# Rebellious 2 Year Old!!



## Welsh (Nov 6, 2011)

My 21st Birthday present was my 'American Cockapoo' Alfie. This was on the 1st January 2010. I have had many dogs before...Cocker Spaniel, Yorkshire Terrier, Alsatian and all of which have been very obedient and house trained...except Alfie! He sits, lays down, fetches, and knows the difference between a bone and a ball, but the most important thing he does is...hits the keys continuously when he wants to go outside. Most people, like myself, would think thats intelligent but he only hits them when he's bored! It's very rare he will knock the keys to go... 'potty' which means he ''Cocks his leg'' all around the house: curtains, settee, cushions,etc!! It's ridiculous! I still live at home which means he is spoilt, and always has been. Recently I have started to take action and 'lock' him in the kitchen rather than let him run the house, like the family do. I feel if he is bound to one room and knows thats his 'domain, then the less he will pee,etc around the house. I have no idea what I'm doing really...It's a case of teaching an 'old' dog new tricks. 

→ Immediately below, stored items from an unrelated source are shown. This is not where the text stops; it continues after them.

describe('create, update, delete round trip with the audit trail', () => {
  it('each write leaves one entry naming actor, project, action and record', async () => {
    const { models } = getDb();
    const logBefore = await models.AuditLog.count();
    const newCabinet = await call(cabinets.POST, {
      params: p,
      body: { tag: '+BH2', name: 'Burner management', location: 'Level 2' },
    });
    expect(newCabinet.status).toBe(201);
    expect(newCabinet.body).toMatchObject({ tag: '+BH2', version: 0, stripCount: 0 });
    const newStrip = await call(strips.POST, {
      params: { ...p, cabinetId: newCabinet.body.id },
      body: { tag: 'X5' },
    });
    expect(newStrip.status).toBe(201);
    const t = await call(terminals.POST, {
      params: p,
      body: {
        stripId: newStrip.body.id,
        position: 1,
        label: 'X5:1',
        circuitClass: 'hazard',
        hazardKind: 'dc-supply',
        nominalVoltage: 24,
        currentKind: 'dc',
      },
    });
    expect(t.status).toBe(201);
    expect(t.body).toMatchObject({ level: 1, stripTag: 'X5', channelTag: null, blockId: null });
    const rec = await call(recipes.POST, {
      params: p,
      body: {
        name: 'AI 4-20 guard',
        guard: {
          stages: [{ series: { kind: 'resistor', id: 'R1', resistance: '100' }, shunts: [] }],
          input: { positiveRail: '24V', negativeRail: 0, absMaxBeyondRail: '0.3' },
        },
      },
    });
    expect(rec.status).toBe(201);
    expect(rec.body.guard.input.positiveRail).toBe(24);
    const sensitive = await call(terminals.POST, {
      params: p,
      body: { stripId: newStrip.body.id, position: 2, label: 'X5:2', circuitClass: 'sensitive' },
    });
    const ch = await call(channels.POST, {
      params: p,
      body: {
        cabinetId: newCabinet.body.id,
        tag: 'PT-2201',
        signalType: 'current-4-20',
        signalTerminalId: sensitive.body.id,
        guardRecipeId: rec.body.id,
      },
    });
    expect(ch.status).toBe(201);
    expect(ch.body).toMatchObject({
      signalTerminalLabel: 'X5:2',
      guardRecipeName: 'AI 4-20 guard',
    });
    // The channel's signal terminal now shows the channel in the schedule.
    expect((await terminalRow(sensitive.body.id)).channelTag).toBe('PT-2201');
    const chDel = await call(channel.DELETE, {
      method: 'DELETE',
      params: { ...p, channelId: ch.body.id },
      query: { version: ch.body.version },
    });
    expect(chDel.body).toEqual({ deleted: true });
    expect((await terminalRow(sensitive.body.id)).channelTag).toBeNull();
    const del = await call(terminal.DELETE, {
      method: 'DELETE',
      params: { ...p, terminalId: t.body.id },
      query: { version: t.body.version },
    });
    expect(del.status).toBe(200);
    expect(del.body).toEqual({ deleted: true });

    const entries = await models.AuditLog.findAll({
      where: { projectId: w.projectId },
      order: [['id', 'ASC']],
      offset: logBefore,
    });
    expect(entries.map((e) => e.action)).toEqual([
      'cabinet.create',
      'strip.create',
      'terminal.create',
      'guard-recipe.create',
      'terminal.create',
      'channel.create',
      'channel.delete',
      'terminal.delete',
    ]);
    for (const e of entries) expect(e.actorId).toBe(w.users.engineer);
    expect(entries[2].entityId).toBe(t.body.id);
  });

  it('an administrator who is not a member may write', async () => {
    actAs(w.users.admin);
    try {
      const res = await call(cabinets.POST, {
        params: p,
        body: { tag: '+BH3', name: 'Feedwater' },
      });
      expect(res.status).toBe(201);
    } finally {
      actAs(w.users.engineer);
    }
  });
});

describe('strips, moves and channel links', () => {
  it('a new strip goes after the last one unless an order is given; the list follows the order', async () => {
    const other = await call(cabinets.POST, {
      params: p,
      body: { tag: '+BH4', name: 'Ash handling' },
    });
    const cid = other.body.id;
    await call(strips.POST, { params: { ...p, cabinetId: cid }, body: { tag: 'X10' } });
    await call(strips.POST, { params: { ...p, cabinetId: cid }, body: { tag: 'X11' } });
    const first = await call(strips.POST, {
      params: { ...p, cabinetId: cid },
      body: { tag: 'X9', order: 0 },
    });
    expect(first.status).toBe(201);
    const list = await call(strips.GET, { method: 'GET', params: { ...p, cabinetId: cid } });
    // By order, then by tag as text ("X10" before "X9").
    expect(list.body.items.map((s: { tag: string; order: number }) => [s.tag, s.order])).toEqual([
      ['X10', 0],
      ['X9', 0],
      ['X11', 1],
    ]);
    const renamed = await call(strip.PATCH, {
      method: 'PATCH',
      params: { ...p, stripId: first.body.id },
      body: { version: 0, order: 5, name: 'Spare rail' },
    });
    expect(renamed.body).toMatchObject({
      order: 5,
      name: 'Spare rail',
      version: 1,
      terminalCount: 0,
    });
    const dupTag = await call(strip.PATCH, {
      method: 'PATCH',
      params: { ...p, stripId: first.body.id },
      body: { version: 1, tag: 'X10' },
    });
    expect(dupTag.status).toBe(422);
    expect(dupTag.body.fieldErrors.tag[0]).toMatch(/already used by another strip/);
    const gone = await call(strip.DELETE, {
      method: 'DELETE',
      params: { ...p, stripId: first.body.id },
      query: { version: 1 },
    });
    expect(gone.body).toEqual({ deleted: true });
  });

  it('a terminal moves to another strip of its cabinet, never to another cabinet', async () => {
    const x3 = await call(strips.POST, {
      params: { ...p, cabinetId: w.cabinetId },
      body: { tag: 'X3' },
    });
    const t = await terminalRow(w.terminalIds[1]);
    const moved = await call(terminal.PATCH, {
      method: 'PATCH',
      params: { ...p, terminalId: t.id },
      body: { version: t.version, stripId: x3.body.id, position: 1, label: 'X3:1' },
    });
    expect(moved.status).toBe(200);
    expect(moved.body).toMatchObject({ stripTag: 'X3', position: 1, label: 'X3:1' });
    const elsewhere = (await call(cabinets.GET, { method: 'GET', params: p })).body.items.find(
      (c: { tag: string }) => c.tag === '+BH4',
    );
    const foreignStrip = (
      await call(strips.GET, { method: 'GET', params: { ...p, cabinetId: elsewhere.id } })
    ).body.items[0];
    const before = await snapshot();
    const refused = await call(terminal.PATCH, {
      method: 'PATCH',
      params: { ...p, terminalId: t.id },
      body: { version: moved.body.version, stripId: foreignStrip.id },
    });
    expect(refused.status).toBe(422);
    expect(refused.body.fieldErrors.stripId[0]).toMatch(
      /another cabinet; a terminal moves only within its cabinet/,
    );
    expect(await snapshot()).toEqual(before);
  });

  it("changing a channel's signal terminal moves the schedule's channel mark with it", async () => {
    const ch = (
      await call(channels.GET, { method: 'GET', params: p, query: { cabinetId: w.cabinetId } })
    ).body.items.find((c: { tag: string }) => c.tag === 'LS-101');
    const oldSignal = ch.signalTerminalId;
    const spare = await call(terminals.POST, {
      params: p,
      body: { stripId: w.stripId, position: 20, label: 'X2:20', circuitClass: 'sensitive' },
    });
    const res = await call(channel.PATCH, {
      method: 'PATCH',
      params: { ...p, channelId: ch.id },
      body: { version: ch.version, signalTerminalId: spare.body.id },
    });
    expect(res.status).toBe(200);
    expect(res.body).toMatchObject({
      signalTerminalLabel: 'X2:20',
      returnTerminalLabel: ch.returnTerminalLabel,
    });
    expect((await terminalRow(spare.body.id)).channelTag).toBe('LS-101');
    expect((await terminalRow(oldSignal)).channelTag).toBeNull();
    const same = await call(channel.PATCH, {
      method: 'PATCH',
      params: { ...p, channelId: ch.id },
      body: { version: res.body.version, returnTerminalId: spare.body.id },
    });
    expect(same.status).toBe(422);
    expect(same.body.fieldErrors.returnTerminalId[0]).toMatch(/different terminal/);
    const foreign = await call(channel.PATCH, {
      method: 'PATCH',
      params: { ...p, channelId: ch.id },
      body: { version: res.body.version, returnTerminalId: w.other.terminalId },
    });
    expect(foreign.status).toBe(422);
    expect(foreign.body.fieldErrors.returnTerminalId[0]).toMatch(
      /not a terminal of this channel's cabinet/,
    );
  });

  it('a cabinet update is saved, versioned and logged with the change', async () => {
    const { models } = getDb();
    const c = (await call(cabinet.GET, { method: 'GET', params: { ...p, cabinetId: w.cabinetId } }))
      .body;
    const res = await call(cabinet.PATCH, {
      method: 'PATCH',
      params: { ...p, cabinetId: w.cabinetId },
      body: { version: c.version, location: 'Boiler house, east wall' },
    });
    expect(res.body).toMatchObject({
      location: 'Boiler house, east wall',
      name: c.name,
      version: c.version + 1,
    });
    const entry = await models.AuditLog.findOne({
      where: { action: 'cabinet.update', entityId: w.cabinetId },
      order: [['id', 'DESC']],
    });
    expect(entry?.detail).toEqual({ changes: { location: [null, 'Boiler house, east wall'] } });
  });
});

Another thing...Alfie is VERY hyper -- like a child on Smarties... .I don't know if this is the case with all American Cockapoo's but Alfie has been suffering seizures for a few months, the vets have put him on a special allergy food...Wainwrights, and this has somewhat helped but I would just like to know if all these dogs have seizures and whether their all as hyper as Alfie. 

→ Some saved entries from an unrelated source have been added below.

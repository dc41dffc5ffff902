export {
  suggestRemedies,
  eSeriesAbove,
  E24,
  E96,
  POWER_STEPS,
  VOLTAGE_STEPS,
  TVS_POWER_STEPS,
} from './sizing';
export type { Remedy, RemedyChange, RemedyKind, SizingOptions } from './sizing';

I appreciate all your help, and I'm glad I have found a forum for cockapoo's like Alfie.

Thanks


----------



## wellerfeller (Jul 12, 2011)

Welcome to the forum! Sorry to see Alfie is having fits  Hope the vets get to the bottom of it. I only know one other American cockapoo and his is the most gentle and lovely dog, definately not hyper. I wonder if him being hyper is connected with the seizures?
He sounds a real character!


----------



## flounder_1 (May 12, 2011)

Is Alfie an entire male? If so then maybe castration would help with his leg cocking and behaviour?


----------



## MillieDog (Jun 1, 2011)

Sorry to hear that you're having trouble with Alfie.

What are you going to change he food to. A lot of us feed Natural Instinct and raw diet which is supposed to help with behaviour too as there are not additives or grains in it. They're on the web so give them a call they will be able to explain it in more detail.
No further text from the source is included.